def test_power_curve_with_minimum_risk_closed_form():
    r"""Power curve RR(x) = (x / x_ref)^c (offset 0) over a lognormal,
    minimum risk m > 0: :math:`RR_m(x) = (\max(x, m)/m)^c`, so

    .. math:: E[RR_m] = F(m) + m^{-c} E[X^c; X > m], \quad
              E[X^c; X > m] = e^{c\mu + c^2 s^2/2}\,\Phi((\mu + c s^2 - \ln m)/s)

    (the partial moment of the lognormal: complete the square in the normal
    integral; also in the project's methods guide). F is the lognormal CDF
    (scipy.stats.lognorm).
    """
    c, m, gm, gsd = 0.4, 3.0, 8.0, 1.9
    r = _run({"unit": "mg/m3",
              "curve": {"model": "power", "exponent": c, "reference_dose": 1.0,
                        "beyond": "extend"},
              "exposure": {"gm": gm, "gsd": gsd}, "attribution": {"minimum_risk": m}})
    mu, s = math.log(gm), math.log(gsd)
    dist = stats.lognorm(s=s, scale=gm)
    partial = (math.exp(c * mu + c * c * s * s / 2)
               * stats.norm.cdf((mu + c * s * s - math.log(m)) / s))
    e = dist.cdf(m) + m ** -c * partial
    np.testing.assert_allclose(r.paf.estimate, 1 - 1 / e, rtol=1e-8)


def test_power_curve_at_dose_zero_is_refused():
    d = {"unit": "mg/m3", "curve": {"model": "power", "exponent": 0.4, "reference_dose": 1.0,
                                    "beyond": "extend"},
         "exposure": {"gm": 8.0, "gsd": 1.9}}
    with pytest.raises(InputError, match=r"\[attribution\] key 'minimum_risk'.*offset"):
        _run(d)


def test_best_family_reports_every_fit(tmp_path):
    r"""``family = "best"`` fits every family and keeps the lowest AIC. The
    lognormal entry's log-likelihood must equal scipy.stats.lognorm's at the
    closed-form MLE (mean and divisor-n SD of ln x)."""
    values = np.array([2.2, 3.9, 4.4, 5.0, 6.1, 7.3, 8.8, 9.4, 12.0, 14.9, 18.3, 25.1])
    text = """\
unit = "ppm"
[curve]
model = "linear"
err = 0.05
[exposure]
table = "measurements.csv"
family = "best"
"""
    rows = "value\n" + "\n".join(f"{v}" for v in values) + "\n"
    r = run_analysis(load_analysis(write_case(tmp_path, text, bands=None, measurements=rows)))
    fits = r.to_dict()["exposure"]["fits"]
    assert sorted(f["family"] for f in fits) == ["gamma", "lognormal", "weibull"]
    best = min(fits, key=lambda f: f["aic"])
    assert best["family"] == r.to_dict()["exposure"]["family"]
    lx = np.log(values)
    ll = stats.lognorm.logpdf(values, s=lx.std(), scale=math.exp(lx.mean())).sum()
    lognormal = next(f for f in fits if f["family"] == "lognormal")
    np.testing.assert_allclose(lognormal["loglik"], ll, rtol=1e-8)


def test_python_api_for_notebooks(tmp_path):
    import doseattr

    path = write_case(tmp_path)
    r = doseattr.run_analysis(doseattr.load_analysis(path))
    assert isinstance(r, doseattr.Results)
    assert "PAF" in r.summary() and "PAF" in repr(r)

##########

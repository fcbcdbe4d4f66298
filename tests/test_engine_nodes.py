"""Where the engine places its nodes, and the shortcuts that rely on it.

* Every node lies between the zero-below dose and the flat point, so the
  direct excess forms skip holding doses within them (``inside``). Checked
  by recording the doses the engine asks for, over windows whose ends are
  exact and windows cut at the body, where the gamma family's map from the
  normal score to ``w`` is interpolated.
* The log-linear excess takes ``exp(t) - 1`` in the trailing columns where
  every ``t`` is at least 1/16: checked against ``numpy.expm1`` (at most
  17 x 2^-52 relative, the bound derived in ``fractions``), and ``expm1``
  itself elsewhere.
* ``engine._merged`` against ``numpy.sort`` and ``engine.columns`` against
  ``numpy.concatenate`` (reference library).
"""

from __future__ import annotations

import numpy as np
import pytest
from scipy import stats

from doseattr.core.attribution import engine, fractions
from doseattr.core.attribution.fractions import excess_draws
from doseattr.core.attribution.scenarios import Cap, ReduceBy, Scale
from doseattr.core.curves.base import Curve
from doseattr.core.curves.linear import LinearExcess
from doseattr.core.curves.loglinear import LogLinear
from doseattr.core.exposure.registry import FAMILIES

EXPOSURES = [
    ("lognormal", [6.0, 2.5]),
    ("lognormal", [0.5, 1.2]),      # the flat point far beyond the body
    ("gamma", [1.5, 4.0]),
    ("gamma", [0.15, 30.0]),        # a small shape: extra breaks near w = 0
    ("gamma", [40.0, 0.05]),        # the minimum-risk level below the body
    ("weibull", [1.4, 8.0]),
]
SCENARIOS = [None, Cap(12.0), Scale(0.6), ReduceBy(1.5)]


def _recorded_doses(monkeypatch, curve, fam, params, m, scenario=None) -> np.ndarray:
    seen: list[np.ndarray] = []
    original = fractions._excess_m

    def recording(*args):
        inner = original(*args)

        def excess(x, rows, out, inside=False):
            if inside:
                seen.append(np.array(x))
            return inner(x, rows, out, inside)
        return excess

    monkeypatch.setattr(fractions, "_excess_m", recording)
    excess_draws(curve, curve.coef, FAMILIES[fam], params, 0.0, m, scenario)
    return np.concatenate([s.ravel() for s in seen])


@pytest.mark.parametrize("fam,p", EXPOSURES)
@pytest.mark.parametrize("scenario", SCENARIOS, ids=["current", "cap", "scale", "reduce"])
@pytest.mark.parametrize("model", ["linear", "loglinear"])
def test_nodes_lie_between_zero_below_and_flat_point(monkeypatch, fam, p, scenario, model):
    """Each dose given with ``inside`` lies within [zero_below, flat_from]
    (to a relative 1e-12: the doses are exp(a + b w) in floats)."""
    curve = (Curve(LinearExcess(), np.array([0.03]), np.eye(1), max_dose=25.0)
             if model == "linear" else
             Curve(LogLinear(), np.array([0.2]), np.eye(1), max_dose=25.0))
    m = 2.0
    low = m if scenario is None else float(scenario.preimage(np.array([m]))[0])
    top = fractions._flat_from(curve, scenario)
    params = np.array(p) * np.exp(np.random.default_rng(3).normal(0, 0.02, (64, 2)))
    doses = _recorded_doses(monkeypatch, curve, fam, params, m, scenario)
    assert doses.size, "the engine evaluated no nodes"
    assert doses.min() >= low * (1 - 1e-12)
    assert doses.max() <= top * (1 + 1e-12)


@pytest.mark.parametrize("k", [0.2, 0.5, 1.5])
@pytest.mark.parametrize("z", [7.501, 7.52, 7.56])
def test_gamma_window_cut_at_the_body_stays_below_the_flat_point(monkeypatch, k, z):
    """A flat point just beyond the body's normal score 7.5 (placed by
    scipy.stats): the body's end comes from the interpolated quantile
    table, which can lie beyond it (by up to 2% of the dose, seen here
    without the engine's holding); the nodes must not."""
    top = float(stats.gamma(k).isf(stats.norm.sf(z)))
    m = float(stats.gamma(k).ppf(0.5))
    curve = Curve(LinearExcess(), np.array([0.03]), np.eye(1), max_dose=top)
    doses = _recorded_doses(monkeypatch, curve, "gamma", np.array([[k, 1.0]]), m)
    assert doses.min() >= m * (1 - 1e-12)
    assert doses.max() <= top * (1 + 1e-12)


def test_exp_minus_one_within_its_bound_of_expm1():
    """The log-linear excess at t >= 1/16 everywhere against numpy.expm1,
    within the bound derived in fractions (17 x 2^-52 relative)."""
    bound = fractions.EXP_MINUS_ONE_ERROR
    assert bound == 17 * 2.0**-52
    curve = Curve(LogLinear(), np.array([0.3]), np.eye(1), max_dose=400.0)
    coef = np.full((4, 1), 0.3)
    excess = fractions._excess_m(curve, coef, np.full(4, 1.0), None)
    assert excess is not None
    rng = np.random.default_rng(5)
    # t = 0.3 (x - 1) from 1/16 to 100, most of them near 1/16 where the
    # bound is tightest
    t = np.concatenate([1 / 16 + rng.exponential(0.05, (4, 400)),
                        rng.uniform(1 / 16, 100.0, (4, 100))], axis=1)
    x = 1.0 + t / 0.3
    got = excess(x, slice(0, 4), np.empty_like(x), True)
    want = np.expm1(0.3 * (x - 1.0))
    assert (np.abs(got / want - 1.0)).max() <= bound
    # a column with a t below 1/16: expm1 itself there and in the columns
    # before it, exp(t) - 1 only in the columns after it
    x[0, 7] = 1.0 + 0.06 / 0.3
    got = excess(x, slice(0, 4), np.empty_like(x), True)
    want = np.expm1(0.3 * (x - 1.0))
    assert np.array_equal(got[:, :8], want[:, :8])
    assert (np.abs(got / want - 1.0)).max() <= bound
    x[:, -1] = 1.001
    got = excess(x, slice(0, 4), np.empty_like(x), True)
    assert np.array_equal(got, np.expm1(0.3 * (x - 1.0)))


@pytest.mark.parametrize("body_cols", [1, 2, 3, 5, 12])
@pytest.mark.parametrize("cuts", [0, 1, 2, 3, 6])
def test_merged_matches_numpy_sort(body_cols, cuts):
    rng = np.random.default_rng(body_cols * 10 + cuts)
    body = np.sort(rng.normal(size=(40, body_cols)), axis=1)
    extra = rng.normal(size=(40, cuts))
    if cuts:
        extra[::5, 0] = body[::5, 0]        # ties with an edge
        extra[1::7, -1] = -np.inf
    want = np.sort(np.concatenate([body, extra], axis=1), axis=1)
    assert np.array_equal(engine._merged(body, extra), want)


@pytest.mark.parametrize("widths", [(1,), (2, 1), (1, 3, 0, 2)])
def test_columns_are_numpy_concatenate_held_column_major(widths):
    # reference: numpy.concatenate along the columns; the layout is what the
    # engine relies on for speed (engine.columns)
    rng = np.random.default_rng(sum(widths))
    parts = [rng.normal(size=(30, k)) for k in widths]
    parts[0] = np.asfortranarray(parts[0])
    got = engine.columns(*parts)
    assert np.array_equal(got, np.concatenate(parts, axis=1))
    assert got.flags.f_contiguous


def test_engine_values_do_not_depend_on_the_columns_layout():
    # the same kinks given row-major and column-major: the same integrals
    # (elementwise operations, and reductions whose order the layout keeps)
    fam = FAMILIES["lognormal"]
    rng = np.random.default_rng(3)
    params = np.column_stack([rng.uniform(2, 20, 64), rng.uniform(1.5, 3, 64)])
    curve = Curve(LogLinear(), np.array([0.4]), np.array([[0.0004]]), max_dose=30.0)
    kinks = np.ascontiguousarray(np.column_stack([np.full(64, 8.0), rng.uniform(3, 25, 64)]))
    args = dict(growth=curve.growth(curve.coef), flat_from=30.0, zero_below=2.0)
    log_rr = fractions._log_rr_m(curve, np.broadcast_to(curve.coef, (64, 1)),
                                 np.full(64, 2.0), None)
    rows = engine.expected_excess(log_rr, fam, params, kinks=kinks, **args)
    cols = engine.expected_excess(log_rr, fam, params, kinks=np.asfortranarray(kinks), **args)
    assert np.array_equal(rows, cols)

##########

**INSTRUCTIONS TO FOLLOW:** From the records, copy out each line that includes the string "interpolated".

**RESULT:**
  normal score to ``w`` is interpolated.
    scipy.stats): the body's end comes from the interpolated quantile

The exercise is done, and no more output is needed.